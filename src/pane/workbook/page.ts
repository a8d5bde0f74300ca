/** "Whole workbook": every FILM result with its verdict, worst first; boundary conditions to take away. */
import { toSI } from "../../quantities/conversion.js";
import { defaultUnit } from "../../quantities/units.js";
import { askView } from "../compose/view.js";
import type { Area, Written } from "../host.js";
import { el } from "../node.js";
import type { Frame, Page } from "../page.js";
import { cellName, sheetPrefix } from "../reference.js";
import { show } from "../render.js";
import type { VerdictKind } from "../this-cell/sections.js";
import { words } from "../words.js";
import { boundaryTable, csvOf, type Span, temperatureRows } from "./boundaries.js";
import { type Scanned, scanWorkbook } from "./scan.js";
import { type WorkbookActions, workbookBody, workbookHead, type WorkbookState } from "./view.js";

const listed = 100;
const drawPause = 150;

export const workbookPage: Page = {
  id: "workbook",
  title: words.pages.workbook,
  begin: (frame) => {
    const overseer = new Overseer(frame);
    return () => overseer.end();
  },
};

class Overseer {
  private state: WorkbookState = {
    rows: [],
    progress: { cells: 0, of: 0 },
    wasCancelled: false,
    hidden: new Set(),
    search: "",
    most: listed,
    system: "SI",
    span: { from: "-20", to: "100", count: "13" },
  };
  private stop = new AbortController();
  private readonly body: HTMLElement;
  private timer: ReturnType<typeof setTimeout> | undefined;
  private drawn = 0;

  constructor(private readonly frame: Frame) {
    frame.show([...workbookHead((search) => this.change({ search, most: listed })), el("div", { id: "workbook-body" })]);
    this.body = frame.content.querySelector("#workbook-body") as HTMLElement;
    void this.scan();
  }

  end(): void {
    clearTimeout(this.timer);
    this.stop.abort();
  }

  private async scan(): Promise<void> {
    this.stop.abort();
    this.stop = new AbortController();
    const { signal } = this.stop;
    this.change({ rows: [], progress: { cells: 0, of: 0 }, wasCancelled: false, most: listed });
    try {
      const { rows, isWhole } = await scanWorkbook(this.frame.host, signal, (progress, found) => {
        if (!signal.aborted) this.advance({ progress, rows: [...found] });
      });
      if (signal === this.stop.signal) this.change({ rows, progress: undefined, wasCancelled: !isWhole });
    } catch (fault) {
      if (signal !== this.stop.signal) return;
      this.change({ progress: undefined, wasCancelled: true });
      this.frame.say(words.fault(fault instanceof Error ? fault.message : String(fault)));
    }
  }

  /** While reading, the list is drawn now and then: drawing it for every cell would cost more than reading it. */
  private advance(change: Partial<WorkbookState>): void {
    this.state = { ...this.state, ...change };
    if (performance.now() - this.drawn > drawPause) this.draw();
  }

  private change(change: Partial<WorkbookState>): void {
    this.state = { ...this.state, ...change };
    this.draw();
  }

  private draw(): void {
    this.drawn = performance.now();
    show(this.body, workbookBody(this.state, this.actions()));
  }

  private actions(): WorkbookActions {
    return {
      again: () => void this.scan(),
      cancel: () => this.stop.abort(),
      toggle: (kind) => this.toggle(kind),
      more: () => this.change({ most: this.state.most + listed }),
      goTo: (row) => void this.goTo(row),
      system: (system) => this.change({ system }),
      span: (change) => {
        this.state = { ...this.state, span: { ...this.state.span, ...change } };
      },
      writeBoundaries: () => void this.writeBoundaries(false),
      saveBoundaries: () => save("boundary-conditions.csv", csvOf(boundaryTable(this.state.rows, this.state.system))),
      saveTables: () => void this.saveTables(),
    };
  }

  private toggle(kind: VerdictKind): void {
    const hidden = new Set(this.state.hidden);
    if (!hidden.delete(kind)) hidden.add(kind);
    this.change({ hidden, most: listed });
  }

  private async goTo(row: Scanned): Promise<void> {
    await this.frame.host.goTo(row.place);
    this.frame.say(words.workbook.wentTo(row.address));
  }

  /** From the selected cell on, over blank cells unless it is told otherwise. */
  private async writeBoundaries(over: boolean): Promise<void> {
    const { host } = this.frame;
    const selection = await host.selection();
    if (selection === undefined) return this.frame.say(words.compose.noSelection);
    const cells: readonly (readonly Written[])[] = boundaryTable(this.state.rows, this.state.system);
    const area: Area = { ...selection.place, rows: cells.length, columns: cells[0]?.length ?? 1 };
    const ask = this.body.querySelector<HTMLElement>("#boundaries-ask");
    const [block] = over ? [undefined] : await host.read([area]);
    if (block?.some((row) => row.some((cell) => cell !== "" && cell !== null))) {
      const end = cellName(area.row + area.rows - 1, area.column + area.columns - 1);
      const name = `${sheetPrefix(area.sheet)}${cellName(area.row, area.column)}:${end}`;
      if (ask !== null)
        show(
          ask,
          askView(words.compose.taken(name), () => void this.writeBoundaries(true)),
        );
      return;
    }
    ask?.replaceChildren();
    try {
      await host.write(selection.place, cells);
      this.frame.say(words.compose.inserted(selection.address));
    } catch (fault) {
      this.frame.say(words.trouble.notWritten(fault instanceof Error ? fault.message : String(fault)));
    }
  }

  private async saveTables(): Promise<void> {
    const span = this.spanInKelvin();
    if (span === undefined) return this.frame.say(words.workbook.noSpan);
    const rows: (readonly Written[])[] = [];
    let until = performance.now() + 12;
    for (const row of temperatureRows(this.state.rows, span, this.state.system)) {
      rows.push(row);
      if (performance.now() < until) continue;
      await new Promise((resume) => setTimeout(resume, 0));
      until = performance.now() + 12;
    }
    save("h-against-temperature.csv", csvOf(rows));
  }

  private spanInKelvin(): Span | undefined {
    const { span, system } = this.state;
    const unit = defaultUnit("temperature", system);
    const [from, to, count] = [span.from, span.to, span.count].map((text) =>
      text.trim() === "" ? Number.NaN : Number(text.replace(",", ".")),
    );
    if (from === undefined || to === undefined || count === undefined) return undefined;
    const ends = { from: toSI(from, unit), to: toSI(to, unit), count: Math.round(count) };
    const isGood = ends.from > 0 && ends.to > ends.from && ends.count >= 2 && ends.count <= 500;
    return isGood ? ends : undefined;
  }
}

/** Hands a file to the browser; nothing leaves the machine. */
function save(name: string, text: string): void {
  const address = URL.createObjectURL(new Blob([text], { type: "text/csv;charset=utf-8" }));
  const link = document.createElement("a");
  link.href = address;
  link.download = name;
  link.click();
  setTimeout(() => URL.revokeObjectURL(address), 10_000);
}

────

### WHAT THE TASK REQUIRES
From the entries above, write out only the lines starting at the line that holds "const isGood = ends.from" and ending at the line that holds "the machine. */", keeping both and matching them exactly.

### WRITTEN RESPONSE
    const isGood = ends.from > 0 && ends.to > ends.from && ends.count >= 2 && ends.count <= 500;
    return isGood ? ends : undefined;
  }
}

/** Hands a file to the browser; nothing leaves the machine. */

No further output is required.